Срывается с губ ее испуганный вскрик, стоит чему-то тяжелому глухо упасть в снег подле самых ног, и не сразу признает она в этом предмете лук старшего брата. Хэльвард прыгает по особо большим льдинам с ловкостью оленя, роняет стрелы из колчана, а Ренэйст стоит на берегу, с трудом удерживая в руках его лук, который подняла из снега. Замирает Хэль на мгновение, добравшись до середины озера, стараясь сохранить равновесие, смотрит в темную его пучину – а затем прыгает, исчезая в ледяной воде.
Погружается лес в тишину, засыпает вновь, и покой его нарушают лишь всхлипы маленькой девочки. Прижимается она к древку лука мокрой щекой, не сводит затуманенного взгляда с поверхности озера, плача по двум своим братьям. Как могли они оставить ее одну? Как вернется она домой? И, главное, что же скажет Ренэйст отцу, когда захочет конунг узнать, где же его сыновья?
Не может она вернуться, ведь просил Хэльвард не рассказывать, что ходили они в лес, а другого ответа у нее для отца нет.
Кажется ей, что проходит вечность до той поры, когда доносится из чащи свист и ржание коней. Слышит она топот копыт, людские крики, и вскидывает Ренэйст голову, смотря на приближающихся к ней всадников. Как узнали они, куда держали путь беглецы? Будь она старше, то непременно бы задала отцу этот вопрос, но сейчас не имеет это никакого значения.

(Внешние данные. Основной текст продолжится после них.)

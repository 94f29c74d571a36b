import { afterAll, beforeAll, describe, expect, it } from 'vitest'
import { DEMO_PASSWORD } from '../../server/seed/demo-data.js'
import { seedDemo } from '../../server/seed/demo.js'
import { makeTeam, TEST_PASSWORD } from '../support/factories.js'
import { Client, createTestContext, type TestContext } from '../support/test-app.js'

/** Agreement and saturation through the API, on the demo study's two coders (invented data). */
let ctx: TestContext
let studyId: string
let lead: Client
let coder: Client
beforeAll(async () => {
  ctx = await createTestContext()
  studyId = (await seedDemo(ctx.dataSource, 'test', undefined, ctx.storage)).studyId
  lead = new Client(ctx.app)
  coder = new Client(ctx.app)
  await lead.signIn('lead@heardwell.test', DEMO_PASSWORD)
  await coder.signIn('coder2@heardwell.test', DEMO_PASSWORD)
})
afterAll(() => ctx?.close())

const base = () => `/api/studies/${studyId}`
type Row = { label: string; percentAgreement: number | null; kappa: { value: number | null; band?: { source: string }; reason?: string } | null; alpha: { value: number | null; band?: { label: string; source: string }; reason?: string } }

describe('inter-coder agreement', () => {
  it('shows per-code agreement on the demo with some codes clearly weaker than others, each band with its source', async () => {
    const res = await lead.get(`${base()}/agreement`)
    expect(res.status, JSON.stringify(res.body).slice(0, 300)).toBe(200)
    expect(res.body).toMatchObject({ enabled: true, unit: 'turn', emptyReason: null })
    expect(res.body.coders.map((c: { name: string }) => c.name).sort()).toEqual(['Jun Halvard', 'Priya Salden'])
    expect(res.body.transcripts.length).toBeGreaterThanOrEqual(5)
    expect(res.body.transcripts.map((t: { pseudonym: string }) => t.pseudonym)).not.toContain('P08') // withdrawn data never counts
    const rows = res.body.perCode as Row[]
    if (process.env.SHOW_AGREEMENT) console.log(rows.map((r) => `${r.label}: ${r.alpha.value ?? r.alpha.reason}`).join('\n'))
    const alphas = rows.map((r) => r.alpha.value).filter((v): v is number => v !== null)
    expect(Math.max(...alphas)).toBeGreaterThanOrEqual(0.8)
    expect(Math.min(...alphas)).toBeLessThan(0.667)
    const anger = rows.find((r) => r.label === 'Anger and guilt')!
    const stairs = rows.find((r) => r.label === 'Stairs and bathroom')!
    expect(anger.alpha.value!).toBeLessThan(stairs.alpha.value!)
    expect(stairs.alpha.band!.source).toMatch(/Krippendorff \(2004\)/)
    expect(stairs.kappa!.band!.source).toMatch(/Landis & Koch \(1977\)/)
    expect(JSON.stringify(res.body)).not.toMatch(/NaN/)
    const unused = rows.find((r) => r.label === 'Leaving hospital')! // a parent code nobody applied
    expect(unused.alpha).toMatchObject({ value: null, reason: expect.any(String) })
    expect(res.body.disagreementCount).toBeGreaterThan(0)
    const reading = (await lead.get(`${base()}/transcripts/${res.body.disagreements[0].transcriptId}`)).body.text as string
    const d = res.body.disagreements[0]
    expect(reading.slice(d.start, d.end).startsWith(d.text)).toBe(true)
  })

  it('compares sentences when the lead chooses them; reflexive teams switch agreement off', async () => {
    const turns = (await lead.get(`${base()}/agreement`)).body.units
    expect((await coder.put(`${base()}/analysis-settings`, { agreementEnabled: true, agreementUnit: 'sentence' })).status).toBe(403)
    expect((await lead.put(`${base()}/analysis-settings`, { agreementEnabled: true, agreementUnit: 'sentence' })).body).toEqual({ agreementEnabled: true, agreementUnit: 'sentence' })
    const sentences = (await lead.get(`${base()}/agreement`)).body
    expect(sentences.unit).toBe('sentence')
    expect(sentences.units).toBeGreaterThan(turns)
    await lead.put(`${base()}/analysis-settings`, { agreementEnabled: false, agreementUnit: 'turn' })
    const off = (await lead.get(`${base()}/agreement`)).body
    expect(off).toMatchObject({ enabled: false, perCode: [], overall: null, emptyReason: expect.stringMatching(/switched off/) })
    await lead.put(`${base()}/analysis-settings`, { agreementEnabled: true, agreementUnit: 'turn' })
  })

  it('shows coders agreement only while the study allows comparison', async () => {
    expect((await coder.get(`${base()}/agreement`)).status).toBe(200)
    await lead.put(`${base()}/coding-settings`, { coderComparison: false })
    const refused = await coder.get(`${base()}/agreement`)
    expect(refused.status).toBe(200)
    expect(refused.body).toMatchObject({ perCode: [], disagreements: [], overall: null, emptyReason: expect.stringMatching(/lead only/) })
    await lead.put(`${base()}/coding-settings`, { coderComparison: true })
  })

  it('explains an empty study and a single coder instead of failing', async () => {
    const team = await makeTeam(ctx.dataSource)
    const empty = new Client(ctx.app)
    await empty.signIn(team.users.lead.email, TEST_PASSWORD)
    const res = await empty.get(`/api/studies/${team.study.id}/agreement`)
    expect(res.status).toBe(200)
    expect(res.body).toMatchObject({ perCode: [], overall: null, emptyReason: expect.stringMatching(/Nothing has been coded yet/) })
    const one = await lead.get(`${base()}/agreement?coderIds=${res.body.coders[0]?.id ?? (await lead.get(`${base()}/agreement`)).body.coders[0].id}`)
    expect(one.body.emptyReason).toMatch(/at least two coders/)
    const saturation = await empty.get(`/api/studies/${team.study.id}/saturation`)
    expect(saturation.body).toMatchObject({ status: 'too-few-interviews', reached: false, interviews: [] })
    expect(JSON.stringify(saturation.body)).not.toMatch(/NaN/)
  })
})

describe('saturation', () => {
  it('lists new codes per coded interview in interview order and applies the stopping rule (Guest, Namey & Chen 2020)', async () => {
    const res = await coder.get(`${base()}/saturation`)
    expect(res.status, JSON.stringify(res.body).slice(0, 300)).toBe(200)
    const { interviews, params } = res.body
    expect(params).toEqual({ baseSize: 4, runLength: 2, threshold: 0.05 })
    expect(interviews.map((i: { pseudonym: string }) => i.pseudonym)).not.toContain('P08')
    const dates = interviews.map((i: { interviewDate: string }) => i.interviewDate)
    expect(dates).toEqual([...dates].sort())
    const news = interviews.map((i: { newCodes: number }) => i.newCodes)
    expect(interviews.at(-1).cumulative).toBe(news.reduce((a: number, b: number) => a + b, 0))
    expect(res.body.methodsSentence).toMatch(/Guest, Namey & Chen \(2020\)/)
    expect(res.body.citation).toMatch(/PLOS ONE 15\(5\): e0232076/)
    const strict = (await coder.get(`${base()}/saturation?baseSize=2&runLength=1&threshold=0`)).body
    expect(strict.params).toEqual({ baseSize: 2, runLength: 1, threshold: 0 })
    expect(strict.steps.length).toBe(interviews.length - 2)
    expect((await coder.get(`${base()}/saturation?threshold=2`)).status).toBe(400)
  })
})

Ганнар Покоритель спешивается, и Ренэйст, прижимая лук к себе, бежит к отцу. Преклоняет мужчина колено, заключая ребенка в объятия, и, подхватив свое дитя на руки, целует ее в висок. Заходится Ренэйст еще более горьким плачем, жмется к отцу, пока сжимает он девочку в медвежьих своих объятиях.
– Хвала Глин, ты цела. Но где мальчики, Рена? – спрашивает он встревоженно, вглядываясь в лицо дочери единственным своим глазом. – Где твои братья?

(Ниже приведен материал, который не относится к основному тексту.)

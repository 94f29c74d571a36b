import { afterAll, beforeAll, describe, expect, it } from 'vitest'
import { makeTeam, makeUser, TEST_PASSWORD, uniqueEmail } from '../support/factories.js'
import { Client, createTestContext, type TestContext } from '../support/test-app.js'

/**
 * Sign-in throttling (NIST SP 800-63B-4 §3.2.2: at most 100 consecutive failures per account;
 * ASVS 5.0 6.1.1, 6.3.1). The counts live in PostgreSQL, shared by every app instance.
 */
let ctx: TestContext
let team: Awaited<ReturnType<typeof makeTeam>>
beforeAll(async () => {
  // one proxy in front, so X-Forwarded-For stands for the client address
  ctx = await createTestContext({ TRUST_PROXY: '1', LOGIN_FAILURES_PER_ACCOUNT: '5', LOGIN_FAILURES_PER_ADDRESS: '8' })
  team = await makeTeam(ctx.dataSource)
})
afterAll(() => ctx?.close())

async function attempt(email: string, password: string, address: string) {
  const client = new Client(ctx.app)
  await client.refreshCsrf()
  return client.agent.post('/api/auth/login').set('X-CSRF-Token', client.csrf).set('X-Forwarded-For', address).send({ email, password })
}

describe('sign-in throttling', () => {
  it('throttles one account after repeated failures even from rotating addresses, without a permanent lock-out', async () => {
    const user = await makeUser(ctx.dataSource, { email: uniqueEmail('target') })
    const statuses: number[] = []
    for (let i = 0; i < 7; i++) statuses.push((await attempt(user.email, `wrong password number ${i}`, `203.0.113.${i + 1}`)).status)
    expect(statuses.slice(0, 5)).toEqual([401, 401, 401, 401, 401])
    expect(statuses.slice(5)).toEqual([429, 429])
    // while throttled even the right password waits, and the answer says how long
    const locked = await attempt(user.email, TEST_PASSWORD, '203.0.113.50')
    expect(locked.status).toBe(429)
    expect(Number(locked.headers['retry-after'])).toBeGreaterThan(0)
    expect(locked.body.detail).toMatch(/Wait \d+ minute/)
    // the count is kept in PostgreSQL, so another app instance on the same database sees it too
    const second = await createTestContext({ TRUST_PROXY: '1', LOGIN_FAILURES_PER_ACCOUNT: '5', DATABASE_URL: ctx.databaseUrl })
    try {
      const client = new Client(second.app)
      await client.refreshCsrf()
      const res = await client.agent.post('/api/auth/login').set('X-CSRF-Token', client.csrf).set('X-Forwarded-For', '198.51.100.7').send({ email: user.email, password: TEST_PASSWORD })
      expect(res.status).toBe(429)
    } finally {
      await second.close()
    }
    // not permanent: once the window has passed the right password works again
    await ctx.dataSource.query(`UPDATE rate_limits SET expire = 1 WHERE key LIKE 'signin-account:%'`)
    expect((await attempt(user.email, TEST_PASSWORD, '203.0.113.51')).status).toBe(200)
  })

  it('forgets earlier failures after a successful sign-in', async () => {
    const user = await makeUser(ctx.dataSource, { email: uniqueEmail('forgetful') })
    for (let i = 0; i < 4; i++) expect((await attempt(user.email, 'a wrong guess again', `192.0.2.${i + 1}`)).status).toBe(401)
    expect((await attempt(user.email, TEST_PASSWORD, '192.0.2.9')).status).toBe(200)
    for (let i = 0; i < 4; i++) expect((await attempt(user.email, 'a wrong guess again', `192.0.2.${i + 20}`)).status).toBe(401)
  })

  it('throttles one address that tries many accounts', async () => {
    const address = '198.51.100.200'
    const statuses: number[] = []
    for (let i = 0; i < 10; i++) statuses.push((await attempt(uniqueEmail('spray'), 'password spraying attempt', address)).status)
    expect(statuses.filter((s) => s === 401)).toHaveLength(8)
    expect(statuses.slice(8)).toEqual([429, 429])
    // another address is not affected
    expect((await attempt(team.users.lead.email, TEST_PASSWORD, '198.51.100.201')).status).toBe(200)
  })

  it('records failed and throttled sign-ins in the audit trail', async () => {
    const rows = await ctx.dataSource.query(`SELECT action, count(*)::int AS n FROM audit_events WHERE action LIKE 'auth.sign_in%' GROUP BY action`)
    const counts = Object.fromEntries(rows.map((r: { action: string; n: number }) => [r.action, r.n]))
    expect(counts['auth.sign_in_failed']).toBeGreaterThanOrEqual(13)
    expect(counts['auth.sign_in_throttled']).toBeGreaterThanOrEqual(3)
  })
})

Сердце конунга покрывается льдом, стоит Ренэйст указать на озеро. Покачивается сломанный лед на его поверхности, и больше не нужно слов. Вручает он дочь одному из своих спутников, вбегает в ледяные воды озера по щиколотку, вглядывается в его поверхность – но ничего не видит. Ни следа на огромных осколках льда; лишь темные линии разбросанных стрел.
– ХЭЛЬВАРД! – зовет он, сложив ладони ковшом у своих губ. – ВИТАРР!
Никто не отвечает ему. Все так же тих лес, лишь голоса луннорожденных, что прибыли сюда с ним, вторят ему, называют имена его сыновей, нарушают звенящую тишину.
Горе для отца потерять обоих своих сыновей; отказывается верить в их гибель Ганнар.
Какой родитель поверить захочет в то, что не стало его ребенка? Не должны родители жить дольше, чем дети, и ждет конунг, что сейчас выбегут к нему сыновья, просить прощения будут за свой глупый побег и за то, что бросили сестру одну, а он отругает их, уводя домой, в безопасность. Но жесток мир, в коем живут они, и нет в нем места безрассудству. Жестоко карают тех, кто не бережет себя – мудрость эту Ганнар познал сам, лишившись глаза.
– Там! – восклицает один из воинов, указывая в сторону Зеркала Вар.
Лед в центре озера дрожит, волнуется вода, и на одну из льдин падает грудью Витарр. Плюется водой, окоченевший, не в силах пошевелиться он – настолько испуган, – и находящийся в воде Хэльвард с трудом толкает его, вынуждая взобраться на лед всем телом. Крича, Ганнар и несколько его воинов спешат оказаться рядом как можно скорее, только покидают Хэльварда, посиневшего от холодной воды, силы. Тянет он к брату дрожащую руку, шепчет потрескавшимися губами:
– Вит… помоги мне…
Смотрит в пустоту Витарр полными ужаса глазами, сипло дышит ртом, сжавшись в комочек на холодном льду, не в силах пошевелиться. Бьет его озноб, шерсть меховой шубы покрыта крошечными сосульками, как и пряди коротких темных волос. Не сразу переводит взгляд на старшего брата, молящего о помощи, и с трудом размыкает кровоточащие губы, чувствуя, как сходят с них куски замерзшей кожи.